Psychologists say probably not — assuming you aren’t poor, in which case a change in wealth can have a big impact on well-being.
After attaining a certain earnings level — some theorize that’s around $40,000 now in the United States, about double the government-defined poverty level for a family of four — increased affluence hardly affects happiness, according to social scientists who have examined how they are linked.
“I would describe happiness as a certain level of inner peace and feeling satisfaction with the family and friends that you have,” said certified financial planner Elisabeth Plax. “If that’s happiness, money is only going to add and subtract some, but it’s not going to touch the core.”
Research shows that people in rich countries are not happier than those in poorer ones. Ed Diener, a University of Illinois psychologist, found no significant difference when he compared the overall well-being of billionaires and millionaires on the Forbes 400 list of the richest Americans with Maasai herdsmen in East Africa.
A sudden windfall such as winning the lottery or coming into an inheritance does deliver a happiness jolt. But it’s usually fleeting.
Studies of multimillion-dollar lottery winners have shown that negatives prevailed for many of them, with higher rates of divorce, alcoholism, loss of friends and isolation. A surprising number of them also were broke within a decade after their windfall.
In December, the only granddaughter of Jack Whittaker, winner of the richest undivided lottery prize in U.S. history, was found dead of an apparent drug overdose. Whittaker said her life careened out of control with drugs and dangerous friends after the doting grandfather showered her with tens of thousands of dollars from his sudden fortune.
Even though the emotional payoff of money is often transitory, people say in surveys that they think more of it will lock in extra happiness.
The sentiment is on the rise among college students. An annual poll by the University of California at Los Angeles and the American Council on Education found that entering freshmen rated becoming “very well-off financially” first on a list of 19 goals, ahead of choices such as helping others, raising a family or becoming proficient in an academic pursuit.
One reason we like to chase money and possessions is the temporary rush we get from landing them. But the thrill fades in what economist Richard Easterlin calls “hedonic adaptation and social comparison.” In other words, once you get the goodies, they quickly become old hat and you want more.
Easterlin points to 10 big-ticket consumer items on a “good life” list, ranging from house, car and television to travel abroad, a swimming pool and a vacation home. As people acquire more of these items, their aspirations for such possessions rise in proportion to the gains, Easterlin says, leaving them “no happier than before.”
Gregg Easterbrook explored this gap in perceptions about money and happiness in his book, “Progress Paradox: How Life Gets Better While People Feel Worse.”
“Envy and dissatisfaction come from lacking what others possess, but coming into possession of those things does not confer happiness,”

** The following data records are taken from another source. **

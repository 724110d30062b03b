"""Logging a run through its form, from nothing and from a copy, and revising it."""

from __future__ import annotations

import re
from dataclasses import replace
from html import unescape

import pytest
from django.http import HttpResponse
from django.test import Client

from kinetics_db.materials.services import Portion, enter_compound, enter_lot, make_up_stock
from kinetics_db.projects.services import create_project
from kinetics_db.runs.models import Run, RunRevision
from kinetics_db.runs.selectors import entry_of, latest_revision, start_concentrations
from kinetics_db.runs.services import revise_run, seal_run
from tests.factories.people import make_member, make_user
from tests.web.study import Study

NEW = "/projects/oxidation/runs/new/"
AMOUNTS = "/projects/oxidation/runs/amounts/"


@pytest.fixture
def lab(study: Study) -> Study:
    """Materials to charge."""
    where = {"user": study.user, "project_id": study.project.pk}
    enter_compound(**where, name="alcohol", molar_mass=100.0)
    enter_compound(**where, name="oxidant")
    enter_lot(**where, code="K-7", compound="alcohol", purity=0.98, purity_uncertainty=0.005)
    make_up_stock(
        **where, code="S1", portions=[Portion(1.0, "mmol", compound="oxidant")], volume=(10.0, "mL")
    )
    return study


def typed(**changes: str) -> dict[str, str]:
    """A form as it is sent: 10 mg of a lot and a stock in 10 mL."""
    values = {
        "code": "K10",
        "temperature_value": "40",
        "temperature_unit": "degC",
        "temperature_uncertainty": "0.2",
        "volume_value": "10",
        "volume_unit": "mL",
        "charges-1-kind": "lot",
        "charges-1-source": "K-7",
        "charges-1-amount": "10.0",
        "charges-1-unit": "mg",
        "charges-1-uncertainty": "0.1",
        "charges-2-kind": "stock",
        "charges-2-source": "S1",
        "charges-2-amount": "500",
        "charges-2-unit": "uL",
    }
    values.update(changes)
    return values


def text_of(response: HttpResponse) -> str:
    return " ".join(unescape(re.sub(r"<[^>]+>", " ", response.content.decode())).split())


def value_of(response: HttpResponse, name: str) -> str:
    """What stands in a field of the form."""
    html = response.content.decode()
    found = re.search(rf'<input[^>]*name="{re.escape(name)}"[^>]*>', html)
    if found is None:
        return unescape(re.search(rf'<textarea name="{name}"[^>]*>\n?([^<]*)', html)[1])
    value = re.search(r'value="([^"]*)"', found[0])
    return unescape(value[1]) if value else ""


def test_a_run_is_logged_as_it_was_typed(browser: Client, lab: Study) -> None:
    sent = typed(
        **{
            "started": "2026-03-05T09:30:00+01:00",
            "atmosphere": "argon",
            "control_kind": "blank",
            "notes": "stirred\r\nslowly",
            "vessel-name": "flask 3",
            "clock-first_contact_value": "5",
            "clock-first_contact_unit": "s",
        }
    )
    response = browser.post(NEW, sent, follow=True)
    revision = latest_revision(Run.objects.get(code="K10"))
    assert response.redirect_chain == [(f"/runs/{revision.run_id}/", 302)]
    assert "Run K10 is logged." in text_of(response)
    entry = entry_of(revision)
    assert [(c.lot, c.stock, c.amount.value, c.amount.unit, c.amount.uncertainty) for c in entry.charges] == [
        ("K-7", None, 10.0, "mg", 0.1),
        (None, "S1", 500.0, "uL", 0.0),
    ]
    assert entry.notes == "stirred\nslowly"
    assert entry.started == "2026-03-05T09:30:00+01:00"
    assert entry.sections["vessel"] == {"name": "flask 3"}
    assert revision.content["first_contact"] == 5.0
    assert revision.content["temperature"] == {"value": 313.15, "u": 0.2}
    starts = {part.compound: part for part in start_concentrations(revision)}
    assert starts["alcohol"].value == pytest.approx(0.0098)
    assert starts["oxidant"].value == pytest.approx(0.005)


def test_a_time_without_a_zone_is_in_the_persons_own(browser: Client, lab: Study) -> None:
    lab.user.time_zone = "Europe/Paris"
    lab.user.save()
    browser.post(NEW, typed(started="2026-07-05 09:30"))
    assert entry_of(latest_revision(Run.objects.get())).started == "2026-07-05T09:30:00+02:00"


def test_the_form_says_what_each_field_is(browser: Client, lab: Study) -> None:
    html = browser.get(NEW).content.decode()
    labelled = set(re.findall(r'<label for="([^"]+)"', html))
    fields = set(re.findall(r'<(?:input|select|textarea)[^>]* id="([^"]+)"', html)) - {"search"}
    hidden = {f"id_{name}" for name in ("against", "based_on", "charges-1-was")}
    assert fields - labelled - hidden == set()
    assert '<option value="K-7">' in html
    assert "style=" not in html


@pytest.mark.parametrize(
    ("field", "value", "says"),
    [
        ("code", "", "The run has no code"),
        ("code", "x" * 81, "81 characters are too many"),
        ("code", "K\x0710", "cannot be stored"),
        ("code", "K\x0010", "Null characters are not allowed"),
        ("started", "yesterday", "is no date and time with a zone"),
        ("started", "<b>now</b>", "is no date and time with a zone"),
        ("temperature_value", "1e400", "is too large for a number"),
        ("temperature_value", "warm", "'warm' is no number"),
        ("temperature_value", "1,5", "'1,5' is no number (write 1.5)"),
        ("temperature_value", "-400", "is no reaction temperature"),
        ("temperature_unit", "", "A unit is missing"),
        ("temperature_unit", "C", "write degC"),
        ("temperature_uncertainty", "nan", "'nan' is no number"),
        ("volume_value", "0", "a volume above 0 L"),
        ("volume_unit", "mg", "cannot become"),
        ("control_kind", "half", "is no kind of control"),
        ("replicate_of", "K99", "is no other run of this project"),
        ("notes", "x" * 1_000_000, "1000000 characters are too many"),
        ("charges-1-source", "K-8<script>", "There is no lot 'K-8<script>' in this project"),
        ("charges-1-source", "", "What was put in is not named"),
        ("charges-1-amount", "", "A number is missing"),
        ("charges-1-amount", "9" * 1_000_000, "is no number"),
        ("charges-1-amount", "-1", "Charge of -1.0 mg"),
        ("charges-1-amount", "1e-400", "too small for a number"),
        ("charges-1-unit", "stone", "unknown unit 'stone'"),
        ("charges-1-unit", "s", "cannot be used here"),
        ("charges-1-kind", "barrel", "is no kind of source"),
        ("charges-2-uncertainty", "٣", "is no number"),
        ("charges-2-note", "x" * 1001, "1001 characters are too many"),
        ("vessel-name", "x" * 2001, "2001 characters are too many"),
        ("vessel-path_value", "x", "'x' is no number"),
    ],
)
def test_what_cannot_be_stored_comes_back_at_its_field_and_keeps_the_input(
    browser: Client, lab: Study, field: str, value: str, says: str
) -> None:
    response = browser.post(NEW, typed(**{field: value}))
    assert response.status_code == 422
    assert Run.objects.count() == 0
    html = response.content.decode()
    place = re.search(
        rf'<(?:ul class="wrong"|li) id="id_{re.escape(field)}_error">(.*?)</(?:ul|li)>', html, re.S
    )
    assert place is not None, re.findall(r'class="wrong"[^>]*>.*?</ul>', html, re.S)
    assert says.lower() in unescape(re.sub(r"<[^>]+>", "", place[1])).lower()
    assert value_of(response, "charges-2-source") == "S1"
    if not field.endswith("kind"):
        assert value_of(response, field).strip() == value.strip().replace("\x00", "\x00")
    assert "<script>" not in html.replace("<script src", "").replace("<script type", "")


def test_an_amount_of_a_section_needs_its_unit(browser: Client, lab: Study) -> None:
    response = browser.post(NEW, typed(**{"clock-first_contact_value": "5"}))
    html = response.content.decode()
    assert re.search(
        r'id="id_clock-first_contact_unit_error"><li>A unit is missing \(for example s, min\)', html
    )
    assert re.search(r'<details class="section" open>\s*<summary>Clock', html)


def test_all_problems_are_told_at_once(browser: Client, lab: Study) -> None:
    response = browser.post(
        NEW, typed(code="", **{"charges-1-amount": "ten", "charges-2-source": "S9", "temperature_value": "x"})
    )
    text = text_of(response)
    for says in ("'ten' is no number", "There is no stock 'S9'", "'x' is no number", "The run has no code"):
        assert says in text


def test_a_compound_that_is_not_known_can_be_entered_from_there(browser: Client, lab: Study) -> None:
    sent = typed(**{"charges-1-kind": "compound", "charges-1-source": "new & <odd>"})
    response = browser.post(NEW, sent)
    html = response.content.decode()
    address = re.search(r'href="(/projects/oxidation/materials/compounds/new/[^"]*)"', html)
    assert address is not None
    form = browser.get(unescape(address[1]))
    assert value_of(form, "name") == "new & <odd>"


def test_a_name_of_another_kind_is_pointed_out(browser: Client, lab: Study) -> None:
    response = browser.post(NEW, typed(**{"charges-1-kind": "compound"}))
    assert "There is a lot 'K-7'; choose lot for it." in text_of(response)


def test_the_place_of_a_problem_counts_only_rows_that_are_filled(browser: Client, lab: Study) -> None:
    sent = {name.replace("charges-2", "charges-4"): value for name, value in typed().items()}
    sent |= {"charges-2-kind": "compound", "charges-4-unit": "s"}
    response = browser.post(NEW, sent)
    assert 'id="id_charges-3-unit_error"' in response.content.decode()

Easterbrook explained in an interview published in BookPage. “Seeing the BMW may make you feel unhappy, but psychological studies show obtaining the BMW would not make you happy.”
One student of wealth and happiness says the emotional boost from a lodge in Vermont or a sleek Jaguar levels out quickly because human beings aren’t designed to be in constant happiness mode. If that happened, we wouldn’t keep striving to do things.
“There’s amazingly little that will raise your happiness for a long time,” said Carnegie Mellon University economist George Loewenstein.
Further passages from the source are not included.